Gasopslagcapaciteit Nederland (14 miljard Nm3)
Bron: TNO
De figuur laat de verschillende gasopslagcapaciteiten zien naar locatie. Bergermeer en Nüttermoor (D) zijn opslagen voor hoogcalorisch gas, de andere zijn opslagen voor laagcalorisch gas. Norg is de grootste opslaglocatie met 6 miljard Nm3.
Gasopslagcapaciteit EU (132 miljard Nm3)
Bron : AGSI, bewerking TNO
De figuur laat de gasopslagcapaciteit in Europa zien: 5 landen (Oekraïne, Duitsland, Italië, Nederland, Frankrijk en Oostenrijk) voorzien samen in 78% van de 132 miljard m3 opslagcapaciteit.
Voor een overstap naar “van het gas af” zullen alternatieve bronnen aangewend moeten worden, iets wat met name in de industrie en de gebouwde omgeving een uitdaging is. Voor de inzet van aardgas als grondstof in de industrie kan in sommige gevallen en in de toekomst groene waterstof als vervanger optreden. Voor een deel kan het huishoudelijk gebruik van aardgas vervangen worden door elektriciteit met behulp van bijvoorbeeld warmtepompen en inductiekookplaten. Ook kunnen stadsverwarming, geothermie en warmte-koude opslag een rol spelen in de verwarming van huizen. Voor al deze oplossingen zijn wel substantiële aanpassingen in de infrastructuur nodig om te kunnen omschakelen.
Waterstof
Geothermie
Primair energieverbruik Nederland
bron: CBS (bewerking TNO)
Dit figuur laat in cirkeldiagrammen het primaire energieverbruik van Nederland in 2000, 2010, 2020 en 2021 zien.

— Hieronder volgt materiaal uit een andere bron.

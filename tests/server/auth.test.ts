import request from 'supertest';
import { describe, expect, it } from 'vitest';
import type { Me } from '../../shared/types/api';
import { ApiClient, TEST_PASSWORD, signIn, signUp, testApp, uniqueEmail, Membership, Club } from '../support/app';

const app = testApp();

function sessionCookie(res: request.Response): string | undefined {
  const cookies = res.headers['set-cookie'] as unknown as string[] | undefined;
  return cookies?.find((c) => c.startsWith('arcwright.sid='))?.split(';')[0];
}

describe('auth: sign-up', () => {
  it('creates the user, their club and an admin membership and signs them in when the body is valid', async () => {
    const email = uniqueEmail('signup');
    const client = new ApiClient(app);
    const res = await client.post('/api/v1/auth/signup', {
      email: `  ${email.toUpperCase()} `,
      password: TEST_PASSWORD,
      displayName: 'Hester Vane',
      clubName: 'Lowmarsh Rovers',
      sportFocus: 'rugby',
    });
    expect(res.status).toBe(201);
    const me = (res.body as { data: Me }).data;
    expect(me.user.email).toBe(email);
    expect(me.user.displayName).toBe('Hester Vane');
    expect(me.memberships).toHaveLength(1);
    expect(me.memberships[0]).toMatchObject({ clubName: 'Lowmarsh Rovers', role: 'admin', athleteProfileId: null });
    const club = await Club.findByPk(me.memberships[0].clubId);
    expect(club?.sportFocus).toBe('rugby');
    expect(club?.units).toBe('metric');
    const who = await client.get('/api/v1/auth/me');
    expect(who.status).toBe(200);
    expect((who.body as { data: Me }).data.user.id).toBe(me.user.id);
  });

  it('refuses with EMAIL_TAKEN when the e-mail already has an account', async () => {
    const first = await signUp(app);
    const res = await new ApiClient(app).post('/api/v1/auth/signup', {
      email: first.email,
      password: TEST_PASSWORD,
      displayName: 'Someone Else',
      clubName: 'Another Club',
    });
    expect(res.status).toBe(409);
    expect(res.body.error.code).toBe('EMAIL_TAKEN');
    expect(res.body.error.fields.email).toMatch(/already exists/);
    expect(res.body.error.message).toMatch(/Sign in instead/);
  });

  it.each([
    ['shorter than 10 characters', 'Ab1-short', /at least 10 characters/],
    ['all one kind of character', 'onlylowercaseletters', /two kinds of character/],
    ['the e-mail address itself', null, /e-mail address as the password/],
  ])('refuses a weak password when it is %s', async (_what, password, message) => {
    const email = uniqueEmail('weak');
    const res = await new ApiClient(app).post('/api/v1/auth/signup', {
      email,
      password: password ?? email,
      displayName: 'Weak Password',
      clubName: 'Weak Club',
    });
    expect(res.status).toBe(400);
    expect(res.body.error.code).toBe('VALIDATION_FAILED');
    expect(res.body.error.fields.password).toMatch(message);
  });

  it('lists every invalid field when several are wrong', async () => {
    const res = await new ApiClient(app).post('/api/v1/auth/signup', { email: 'not-an-email', password: TEST_PASSWORD, displayName: '', clubName: 'x' });
    expect(res.status).toBe(400);
    expect(Object.keys(res.body.error.fields).sort()).toEqual(['clubName', 'displayName', 'email']);
    expect(res.body.error.fields.email).toMatch(/name@club\.example/);
  });
});

describe('auth: sign-in and sign-out', () => {
  it('signs in and returns the memberships when e-mail and password match', async () => {
    const user = await signUp(app);
    const client = new ApiClient(app);
    const res = await client.post('/api/v1/auth/signin', { email: user.email.toUpperCase(), password: TEST_PASSWORD });
    expect(res.status).toBe(200);
    expect((res.body as { data: Me }).data.memberships[0].clubId).toBe(user.clubId);
    expect((await client.get('/api/v1/auth/me')).status).toBe(200);
  });

  it('answers 401 INVALID_CREDENTIALS when the password is wrong', async () => {
    const user = await signUp(app);
    const res = await new ApiClient(app).post('/api/v1/auth/signin', { email: user.email, password: 'Wrong-password-1' });
    expect(res.status).toBe(401);
    expect(res.body.error).toEqual({
      code: 'INVALID_CREDENTIALS',
      message: 'That e-mail and password do not match an account. Check both and try again.',
    });
  });

  it('answers the same 401 when the e-mail has no account', async () => {
    const res = await new ApiClient(app).post('/api/v1/auth/signin', { email: uniqueEmail('nobody'), password: TEST_PASSWORD });
    expect(res.status).toBe(401);
    expect(res.body.error.code).toBe('INVALID_CREDENTIALS');
  });

  it('asks for the missing fields when the sign-in body is empty', async () => {
    const res = await new ApiClient(app).post('/api/v1/auth/signin', {});
    expect(res.status).toBe(400);
    expect(res.body.error.fields).toEqual({ email: 'Enter your e-mail address.', password: 'Enter your password.' });
  });

  it('answers 401 UNAUTHENTICATED on /me when nobody is signed in', async () => {
    const res = await request(app).get('/api/v1/auth/me');
    expect(res.status).toBe(401);
    expect(res.body.error.code).toBe('UNAUTHENTICATED');
  });

  it('ends the session when the user signs out', async () => {
    const user = await signUp(app);
    expect((await user.client.get('/api/v1/auth/me')).status).toBe(200);
    const out = await user.client.post('/api/v1/auth/signout');
    expect(out.status).toBe(204);
    expect((await user.client.get('/api/v1/auth/me')).status).toBe(401);
  });

  it('regenerates the session id and the CSRF token when the user signs in', async () => {
    const user = await signUp(app);
    const agent = request.agent(app);
    const csrf = await agent.get('/api/v1/auth/csrf');
    const before = sessionCookie(csrf);
    const oldToken = csrf.body.data.csrfToken as string;
    expect(before).toBeDefined();
    const signin = await agent.post('/api/v1/auth/signin').set('X-CSRF-Token', oldToken).send({ email: user.email, password: TEST_PASSWORD });
    expect(signin.status).toBe(200);
    const after = sessionCookie(signin);
    expect(after).toBeDefined();
    expect(after).not.toBe(before);
    // The token belonged to the old session: the client must fetch a new one.
    const stale = await agent.post('/api/v1/auth/signout').set('X-CSRF-Token', oldToken);
    expect(stale.status).toBe(403);
    const fresh = (await agent.get('/api/v1/auth/csrf')).body.data.csrfToken as string;
    expect(fresh).not.toBe(oldToken);
    expect((await agent.post('/api/v1/auth/signout').set('X-CSRF-Token', fresh)).status).toBe(204);
  });

  it('sets an httpOnly SameSite=Lax session cookie without Secure when COOKIE_SECURE is off', async () => {
    const res = await request(app).get('/api/v1/auth/csrf');
    const cookie = (res.headers['set-cookie'] as unknown as string[]).find((c) => c.startsWith('arcwright.sid='));
    expect(cookie).toMatch(/HttpOnly/i);
    expect(cookie).toMatch(/SameSite=Lax/i);
    expect(cookie).not.toMatch(/Secure/i);
  });

  it('stores the session in the auth_sessions table when a user signs in', async () => {
    const user = await signUp(app);
    const [rows] = await Membership.sequelize!.query('SELECT data FROM auth_sessions WHERE data LIKE ?', {
      replacements: [`%"user":${user.userId}}%`],
    });
    expect((rows as unknown[]).length).toBeGreaterThan(0);
  });
});

describe('auth: CSRF', () => {
  it('refuses a state-changing request without the X-CSRF-Token header', async () => {
    const agent = request.agent(app);
    await agent.get('/api/v1/auth/csrf');
    const res = await agent.post('/api/v1/auth/signin').send({ email: uniqueEmail(), password: TEST_PASSWORD });
    expect(res.status).toBe(403);
    expect(res.body.error.code).toBe('CSRF_INVALID');
    expect(res.body.error.message).toMatch(/Reload the page/);
  });

  it('refuses a request whose token does not belong to the session', async () => {
    const other = (await request(app).get('/api/v1/auth/csrf')).body.data.csrfToken as string;
    const agent = request.agent(app);
    await agent.get('/api/v1/auth/csrf');
    const res = await agent.post('/api/v1/auth/signup').set('X-CSRF-Token', other).send({});
    expect(res.status).toBe(403);
    expect(res.body.error.code).toBe('CSRF_INVALID');
  });

  it('refuses PATCH on a club route when the token is missing, even for a signed-in admin', async () => {
    const user = await signUp(app);
    const res = await user.client.agent.patch(`/api/v1/clubs/${user.clubId}`).send({ name: 'Renamed' });
    expect(res.status).toBe(403);
    expect(res.body.error.code).toBe('CSRF_INVALID');
  });

  it('returns the same token while the session lasts', async () => {
    const agent = request.agent(app);
    const a = (await agent.get('/api/v1/auth/csrf')).body.data.csrfToken as string;
    const b = (await agent.get('/api/v1/auth/csrf')).body.data.csrfToken as string;
    expect(a).toBe(b);
    expect(a.length).toBeGreaterThanOrEqual(32);
  });
});

describe('auth: rate limit', () => {
  it('answers 429 RATE_LIMITED after too many failed sign-ins for one e-mail, even with the right password', async () => {
    const limited = testApp({ signinLimit: { max: 3, windowMs: 60_000 } });
    const user = await signUp(limited);
    const client = new ApiClient(limited);
    for (let i = 0; i < 3; i += 1) {
      expect((await client.post('/api/v1/auth/signin', { email: user.email, password: 'Wrong-password-1' })).status).toBe(401);
    }
    const blocked = await client.post('/api/v1/auth/signin', { email: user.email, password: TEST_PASSWORD });
    expect(blocked.status).toBe(429);
    expect(blocked.body.error.code).toBe('RATE_LIMITED');
    expect(blocked.body.error.message).toMatch(/Wait 1 minute/);
    // Another e-mail from the same address is not affected.
    const other = await signUp(limited);
    expect((await signIn(limited, other.email)).csrfToken).toBeNull();
  });

  it('does not count successful sign-ins toward the limit', async () => {
    const limited = testApp({ signinLimit: { max: 2, windowMs: 60_000 } });
    const user = await signUp(limited);
    for (let i = 0; i < 4; i += 1) await signIn(limited, user.email);
  });

  it('limits sign-ups per address when the sign-up limit is reached', async () => {
    const limited = testApp({ signupLimit: { max: 1, windowMs: 60_000 } });
    await signUp(limited);
    const res = await new ApiClient(limited).post('/api/v1/auth/signup', {
      email: uniqueEmail(),
      password: TEST_PASSWORD,
      displayName: 'Second',
      clubName: 'Second Club',
    });
    expect(res.status).toBe(429);
    expect(res.body.error.code).toBe('RATE_LIMITED');
  });
});
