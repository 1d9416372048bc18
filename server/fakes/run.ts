/**
 * `npm run fakes`: starts every local stand-in for a hosted service, each on its own loopback port.
 * Now: the OAuth 2.0 provider (Google stand-in). Later issues add the payment provider fake and an SMTP sink
 * here, one `start...()` call each.
 */
import type { Server } from 'node:http';
import { config } from '../config';
import { log } from '../logger';
import { startOAuthFake } from './oauth';

async function main(): Promise<void> {
  const servers: Server[] = [];

  servers.push(
    await startOAuthFake(
      {
        clientId: config.google.clientId,
        clientSecret: config.google.clientSecret,
        defaultEmail: config.fakes.oauthDefaultEmail,
        defaultName: config.fakes.oauthDefaultName,
      },
      config.fakes.oauthPort,
    ),
  );
  log.info(`OAuth fake (Google stand-in) on http://127.0.0.1:${config.fakes.oauthPort}`);

  // Payment provider fake: started here when billing arrives.
  // SMTP sink: started here when e-mail arrives.

  const stop = () => {
    for (const server of servers) {
      server.close();
      server.closeAllConnections();
    }
    process.exit(0);
  };
  process.on('SIGINT', stop);
  process.on('SIGTERM', stop);
}

main().catch((err: unknown) => {
  log.error(err instanceof Error ? err.message : String(err));
  process.exit(1);
});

Het primaire energieverbruik in Nederland in 2000 bestond voor 47% uit aardgas, 37% uit olie, en 10% uit kolen. Het primaire energieverbruik in Nederland in 2021 bestond voor 42% uit aardgas, 36% uit olie, en 11% uit hernieuwbare energie. Ten opzichte van 2000 is het primair energieverbruik in 2021 afgenomen met 4% (bron: CBS, bewerking door TNO).